▶ Instructions for the task: Once you reach the line containing "over five periods." in the entries below, write out that line and each one after it down to the line containing "let t0 = 1.0e-6;", exactly and with nothing added.

──────── The records

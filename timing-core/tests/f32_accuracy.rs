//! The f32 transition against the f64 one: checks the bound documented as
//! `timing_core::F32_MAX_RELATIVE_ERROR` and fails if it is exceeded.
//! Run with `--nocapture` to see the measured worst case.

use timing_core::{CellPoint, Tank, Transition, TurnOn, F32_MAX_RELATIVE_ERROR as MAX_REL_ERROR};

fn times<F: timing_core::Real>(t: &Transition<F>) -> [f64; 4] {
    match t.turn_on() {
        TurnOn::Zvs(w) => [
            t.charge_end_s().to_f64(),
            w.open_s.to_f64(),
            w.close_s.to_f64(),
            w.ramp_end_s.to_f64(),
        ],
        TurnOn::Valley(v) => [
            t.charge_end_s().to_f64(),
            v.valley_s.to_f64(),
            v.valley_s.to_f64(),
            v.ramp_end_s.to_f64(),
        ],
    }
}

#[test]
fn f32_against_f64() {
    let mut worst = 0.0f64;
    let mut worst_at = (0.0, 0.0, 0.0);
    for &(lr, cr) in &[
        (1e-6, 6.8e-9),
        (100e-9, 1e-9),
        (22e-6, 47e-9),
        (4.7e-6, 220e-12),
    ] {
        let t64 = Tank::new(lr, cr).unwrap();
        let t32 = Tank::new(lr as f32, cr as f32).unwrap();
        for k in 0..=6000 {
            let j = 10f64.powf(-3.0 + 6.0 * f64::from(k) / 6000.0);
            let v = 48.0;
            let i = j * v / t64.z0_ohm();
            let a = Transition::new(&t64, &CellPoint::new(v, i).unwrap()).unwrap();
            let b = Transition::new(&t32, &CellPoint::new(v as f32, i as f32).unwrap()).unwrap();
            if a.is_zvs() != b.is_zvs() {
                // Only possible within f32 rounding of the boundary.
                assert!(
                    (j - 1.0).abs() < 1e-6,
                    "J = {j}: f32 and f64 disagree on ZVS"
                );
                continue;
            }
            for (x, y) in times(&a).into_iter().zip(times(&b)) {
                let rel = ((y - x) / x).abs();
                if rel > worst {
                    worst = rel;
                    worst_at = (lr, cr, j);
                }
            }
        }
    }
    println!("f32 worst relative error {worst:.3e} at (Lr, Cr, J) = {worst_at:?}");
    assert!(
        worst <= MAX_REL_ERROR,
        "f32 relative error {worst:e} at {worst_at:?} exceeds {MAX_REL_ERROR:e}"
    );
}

────────────────
──────── The records

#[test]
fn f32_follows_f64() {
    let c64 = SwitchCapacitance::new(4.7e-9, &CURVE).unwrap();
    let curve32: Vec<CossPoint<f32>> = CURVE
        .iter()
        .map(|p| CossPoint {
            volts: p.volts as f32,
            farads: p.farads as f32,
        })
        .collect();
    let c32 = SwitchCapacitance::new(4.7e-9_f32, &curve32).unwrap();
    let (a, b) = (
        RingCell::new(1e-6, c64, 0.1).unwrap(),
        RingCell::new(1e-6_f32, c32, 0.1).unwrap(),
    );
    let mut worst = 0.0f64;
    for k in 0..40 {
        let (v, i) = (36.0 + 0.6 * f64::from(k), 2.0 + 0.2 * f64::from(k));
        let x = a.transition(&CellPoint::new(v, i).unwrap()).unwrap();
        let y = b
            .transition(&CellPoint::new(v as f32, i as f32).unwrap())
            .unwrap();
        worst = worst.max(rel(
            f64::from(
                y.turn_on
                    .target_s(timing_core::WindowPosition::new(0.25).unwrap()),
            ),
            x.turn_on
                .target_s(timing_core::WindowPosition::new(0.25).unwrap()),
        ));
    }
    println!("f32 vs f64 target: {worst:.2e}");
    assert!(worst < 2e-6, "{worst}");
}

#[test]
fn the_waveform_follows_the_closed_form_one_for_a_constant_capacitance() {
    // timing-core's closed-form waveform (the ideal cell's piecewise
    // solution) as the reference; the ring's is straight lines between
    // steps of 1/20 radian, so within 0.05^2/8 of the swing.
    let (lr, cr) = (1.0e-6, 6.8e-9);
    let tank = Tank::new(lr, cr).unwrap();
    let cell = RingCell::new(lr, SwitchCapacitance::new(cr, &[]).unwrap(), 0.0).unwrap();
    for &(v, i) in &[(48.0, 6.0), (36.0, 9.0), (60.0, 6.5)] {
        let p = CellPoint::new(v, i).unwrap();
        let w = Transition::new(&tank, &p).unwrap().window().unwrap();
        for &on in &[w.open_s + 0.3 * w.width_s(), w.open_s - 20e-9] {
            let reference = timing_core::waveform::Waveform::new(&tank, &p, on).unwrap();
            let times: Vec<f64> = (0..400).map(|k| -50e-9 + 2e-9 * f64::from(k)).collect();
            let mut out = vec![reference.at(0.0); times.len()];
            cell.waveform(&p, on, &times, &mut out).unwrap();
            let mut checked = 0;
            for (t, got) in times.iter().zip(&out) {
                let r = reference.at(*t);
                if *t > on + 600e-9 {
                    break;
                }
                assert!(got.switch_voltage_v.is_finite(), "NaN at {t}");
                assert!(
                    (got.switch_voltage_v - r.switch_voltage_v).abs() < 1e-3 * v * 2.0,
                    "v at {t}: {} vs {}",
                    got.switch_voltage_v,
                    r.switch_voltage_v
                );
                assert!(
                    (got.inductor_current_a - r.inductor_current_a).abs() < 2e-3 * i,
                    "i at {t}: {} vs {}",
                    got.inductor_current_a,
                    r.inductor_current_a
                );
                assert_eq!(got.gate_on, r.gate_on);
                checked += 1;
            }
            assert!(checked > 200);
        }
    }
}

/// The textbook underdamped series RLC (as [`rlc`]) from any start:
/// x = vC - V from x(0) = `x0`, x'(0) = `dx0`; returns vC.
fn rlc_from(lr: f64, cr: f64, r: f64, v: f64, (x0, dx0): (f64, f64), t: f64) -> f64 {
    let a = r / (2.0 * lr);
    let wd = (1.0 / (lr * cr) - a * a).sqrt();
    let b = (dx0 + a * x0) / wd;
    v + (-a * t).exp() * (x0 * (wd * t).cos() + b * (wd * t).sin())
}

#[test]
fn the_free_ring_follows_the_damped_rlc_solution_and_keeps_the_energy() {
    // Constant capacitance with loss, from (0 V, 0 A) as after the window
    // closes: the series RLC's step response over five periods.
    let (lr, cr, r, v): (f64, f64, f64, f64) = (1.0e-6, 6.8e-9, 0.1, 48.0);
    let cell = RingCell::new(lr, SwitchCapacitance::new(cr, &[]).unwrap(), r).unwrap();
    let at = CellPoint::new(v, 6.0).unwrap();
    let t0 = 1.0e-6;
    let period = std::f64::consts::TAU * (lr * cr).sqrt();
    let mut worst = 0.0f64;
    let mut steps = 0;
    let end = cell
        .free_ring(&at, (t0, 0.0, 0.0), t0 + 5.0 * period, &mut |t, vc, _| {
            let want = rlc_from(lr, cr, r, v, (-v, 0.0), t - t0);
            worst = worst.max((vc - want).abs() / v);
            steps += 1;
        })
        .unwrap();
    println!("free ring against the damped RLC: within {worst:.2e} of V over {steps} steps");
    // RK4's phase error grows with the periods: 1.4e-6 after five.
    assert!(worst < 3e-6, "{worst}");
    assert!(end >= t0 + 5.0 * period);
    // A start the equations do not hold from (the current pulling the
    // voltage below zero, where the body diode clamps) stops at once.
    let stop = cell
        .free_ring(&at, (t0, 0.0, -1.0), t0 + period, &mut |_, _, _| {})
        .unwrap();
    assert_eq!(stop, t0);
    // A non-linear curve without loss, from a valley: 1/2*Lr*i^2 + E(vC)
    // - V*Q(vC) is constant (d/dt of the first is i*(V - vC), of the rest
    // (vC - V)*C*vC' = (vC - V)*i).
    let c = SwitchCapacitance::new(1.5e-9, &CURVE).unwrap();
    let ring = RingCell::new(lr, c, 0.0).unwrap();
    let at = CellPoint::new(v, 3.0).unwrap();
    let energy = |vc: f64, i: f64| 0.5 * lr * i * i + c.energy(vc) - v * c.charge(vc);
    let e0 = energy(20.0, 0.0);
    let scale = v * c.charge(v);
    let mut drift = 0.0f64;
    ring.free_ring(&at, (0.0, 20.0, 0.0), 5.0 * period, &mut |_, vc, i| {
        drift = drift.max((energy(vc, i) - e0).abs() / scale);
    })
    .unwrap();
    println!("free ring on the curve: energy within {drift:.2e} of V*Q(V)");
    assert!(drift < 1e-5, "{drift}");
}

────────────────

▶ Response for this exercise:
    // closes: the series RLC's step response over five periods.
    let (lr, cr, r, v): (f64, f64, f64, f64) = (1.0e-6, 6.8e-9, 0.1, 48.0);
    let cell = RingCell::new(lr, SwitchCapacitance::new(cr, &[]).unwrap(), r).unwrap();
    let at = CellPoint::new(v, 6.0).unwrap();
    let t0 = 1.0e-6;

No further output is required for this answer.